Like Sideshow Bob Terwilliger, Kelsey Grammer never set out to be a clown, but he became so famous as one that it became hard for him to be taken seriously.
"I didn't start out as a comic actor," the "Cheers" and "Frasier" star explained at a press conference for his new Starz drama "Boss" (premiere date TBD), in which he plays the scheming mayor of Chicago. "I started out as a classical theater actor playing tragedies. This particular role probably couldn't have taken place right after 'Frasier' - probably would have been too big a jolt."
Not that doing a drama was ever his intention in those immediate post-"Frasier" days. He did some comedy production work, starred in FOX's short-lived "Back to You," starred in ABC's even shorter-lived "Hank" - which, he admitted, "nobody liked that, and it wasn't very funny, so we thought we'd do something different."
And, of course, there were the many appearances in the tabloids due to his problems with addiction, marriages, divorces, and other tabloid fodder.
"I just took a break for a while," he told reporters. "There were a lot of reasons I did. For the last couple of years, I decided I needed to make a life change, honestly. I mean, you're all familiar with what's gone on in my personal life. Maybe not the details, because i don't talk about them. But I will say this: after my heart attack, which was three years ago, I spent the next several months just looking at my own life. I cast my imaginative net, basically, over the next 20 or 30 or 40 years, whatever it may be. And I just decided I didn't want that story to be my last story. So I decided it was time to make changes that involved my career as well as my personal life.
"Doing a drama started to make sense," he continued. "It took me back to my roots, back to things I believed in: telling good stories... Someone asked me earlier why won't I leave television. I thought that was the most ridiculous thing I'd heard in my life. I love my work. I love telling stories, the blessing of being allowed to tell them on television. It's an incredible medium. There's room to tell stories in a unique, individual way, and that's what we've done here. It's been a remarkable experience for me. I've said some of the most extraordinary language I've ever said in my life in this role. It's compelling stuff. I'll never leave if I'm allowed to do this kind of stuff for the rest of my life."
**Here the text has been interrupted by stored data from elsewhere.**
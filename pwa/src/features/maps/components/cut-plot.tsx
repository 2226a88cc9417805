/** A 1D cut: any scalar observable against the first axis, points marked (unconverged hollow). */
import type { SweepSpec } from '@phasewright/physics-core';
import { AxisBottom, AxisLeft } from '@visx/axis';
import { Group } from '@visx/group';
import { scaleLinear, scaleLog } from '@visx/scale';
import { LinePath } from '@visx/shape';
import { forwardRef } from 'react';
import { axisInfo, scalar, type MapCell } from '../lib/map-data.js';
import { measuredOnCut, type MeasurementRow } from '../lib/measurements.js';
import { PLOT } from '../lib/plot-colors.js';
import { plotDomain, TICK_SPECIFIER } from '../lib/plot-domain.js';

interface Props {
  sweep: SweepSpec;
  cells: MapCell[];
  observable: string;
  selectedKeys: ReadonlySet<string>;
  onSelect: (cell: MapCell) => void;
  colorOf: (cell: MapCell) => string;
  width?: number;
  /** Uploaded measurements to draw over the cut (points with error bars). */
  measured?: MeasurementRow[];
}

const M = { top: 28, right: 16, bottom: 44, left: 84 };
const INK = PLOT.ink;

export const CutPlot = forwardRef<SVGSVGElement, Props>(function CutPlot({ sweep, cells, observable, selectedKeys, onSelect, colorOf, width = 620, measured = [] }, ref) {
  const a = axisInfo(sweep)[0];
  const height = 260;
  const iw = width - M.left - M.right;
  const ih = height - M.top - M.bottom;
  // Along a 1D sweep every point is on the line; on a grid, the row of the first value of axis 2.
  const axis2 = sweep.axes[1]?.parameter;
  const row = axis2 ? Math.min(...cells.map((c) => c.point.parameters[axis2])) : undefined;
  const pts = cells
    .filter((c) => row === undefined || c.point.parameters[axis2 as string] === row)
    .map((c) => ({ c, xv: c.at[0], yv: scalar(c.point, observable) }))
    .filter((p): p is { c: MapCell; xv: number; yv: number } => p.yv !== undefined)
    .sort((p, q) => p.xv - q.xv);
  const meas = measuredOnCut(measured, a.parameter, observable, axis2 && row !== undefined ? { parameter: axis2, value: row } : undefined);
  const ys = [...pts.map((p) => p.yv), ...meas.flatMap((m) => [m.y - (m.err ?? 0), m.y + (m.err ?? 0)])];
  const x = a.log ? scaleLog<number>({ domain: [a.min, a.max], range: [0, iw] }) : scaleLinear<number>({ domain: [a.min, a.max === a.min ? a.min + 1 : a.max], range: [0, iw] });
  const y = scaleLinear<number>({ domain: plotDomain(ys), range: [ih, 0], nice: true });
  const title = `${observable} along ${a.parameter}${row !== undefined ? ` (${axis2} = ${row})` : ''}${meas.length ? ` · ${meas.length} measured` : ''}`;
  return (
    <svg ref={ref} viewBox={`0 0 ${width} ${height}`} width="100%" role="img" aria-label={title} data-testid="cut-plot" data-ink-aware="" className="block">
      <title>{title}</title>
      <text x={M.left} y={17} fontSize={13} fontWeight={600} fill={INK}>
        {title}
      </text>
      <Group left={M.left} top={M.top}>
        {/* Axes first: the points at the ends of the range stay clickable above them. */}
        <AxisBottom top={ih} scale={x} numTicks={6} stroke={INK} tickStroke={INK} label={a.parameter} labelProps={{ fontSize: 12, fill: INK, textAnchor: 'middle', fontFamily: 'Manrope, sans-serif' }} tickLabelProps={{ fontSize: 10, fill: INK, fontFamily: 'Manrope, sans-serif' }} />
        <AxisLeft scale={y} numTicks={5} tickFormat={y.tickFormat(5, TICK_SPECIFIER)} stroke={INK} tickStroke={INK} label={observable} labelOffset={56} labelProps={{ fontSize: 12, fill: INK, textAnchor: 'middle', fontFamily: 'Manrope, sans-serif' }} tickLabelProps={{ fontSize: 10, fill: INK, fontFamily: 'Manrope, sans-serif' }} />
        <LinePath data={pts} x={(p) => x(p.xv) ?? 0} y={(p) => y(p.yv) ?? 0} stroke={INK} strokeWidth={1.5} />
        <g data-testid="cut-measured" data-count={meas.length}>
          {meas.map((m) => {
            const cx = x(m.x) ?? 0;
            const cy = y(m.y) ?? 0;
            return (
              <g key={`${m.line}`} stroke={PLOT.measured} strokeWidth={1.4}>
                {m.err !== undefined ? (
                  <>
                    <line x1={cx} x2={cx} y1={y(m.y - m.err) ?? cy} y2={y(m.y + m.err) ?? cy} />
                    <line x1={cx - 4} x2={cx + 4} y1={y(m.y - m.err) ?? cy} y2={y(m.y - m.err) ?? cy} />
                    <line x1={cx - 4} x2={cx + 4} y1={y(m.y + m.err) ?? cy} y2={y(m.y + m.err) ?? cy} />
                  </>
                ) : null}
                <rect x={cx - 3.5} y={cy - 3.5} width={7} height={7} fill={PLOT.surface}>
                  <title>{`measured (line ${m.line}): ${observable} = ${m.y}${m.err !== undefined ? ` ± ${m.err}` : ''} at ${a.parameter} = ${m.x}`}</title>
                </rect>
              </g>
            );
          })}
        </g>
        {pts.map((p) => (
          <circle
            key={p.c.key}
            cx={x(p.xv) ?? 0}
            cy={y(p.yv) ?? 0}
            r={selectedKeys.has(p.c.key) ? 6 : 4}
            fill={p.c.point.convergence.converged ? colorOf(p.c) : PLOT.surface}
            stroke={INK}
            strokeWidth={selectedKeys.has(p.c.key) ? 2 : 1}
            onClick={() => onSelect(p.c)}
            style={{ cursor: 'pointer' }}
            data-point={p.c.key}
          >
            <title>{`${p.c.key}: ${p.yv.toPrecision(6)}${p.c.point.convergence.converged ? '' : ' (not converged)'}`}</title>
          </circle>
        ))}
      </Group>
    </svg>
  );
});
As you can tell, Grammer is prone to monologuing. But he has the experience, the stage presence, and the voice (even if he was fairly soft-spoken throughout this press conference) to make those monologues seem very compelling in person. And some of the best moments on "Frasier" tended to be those scenes where the jokes took a break and some combination of Grammer, David Hyde Pierce and John Mahoney would get serious with each other. So even though the "Boss" trailer Starz showed us looked like Cable Drama 101 - among other things, Grammer's character has a health issue that sparks him to make major changes in his life - I'm very curious to see him tackle a purely dramatic role.
Still, I couldn't let the brief mention of the awful "Hank" go, so near the end of the session I asked at what point he realized the show wasn't working.
"It happened early on," he said, "and I thought, 'Maybe we can hatch this if we nurture it a little bit.' Honestly, we didn't have people in place that could expand on what was basically one idea. When you're stuck on one idea, you can't make one idea funny all the time... I have this particular caveat about the way you do work, you can never let the audience know where you're going, can never get ahead of you. In a long-running character, that changes on you: the audience always knows where you're going. And the entertainment quotient becomes "How does he get there?"... We had one idea for Hank that just kept being retold, until finally, about 8 shows into it, I called the head of Warner Bros. and I said - oh, I know you guys are gonna love this - I said, 'Peter, how are we gonna put a bullet in the head of this thing?" And we did. Three days later, it was dead on arrival. But then I ended up (here). That was the catalyst for the most extraordinary journey of my life."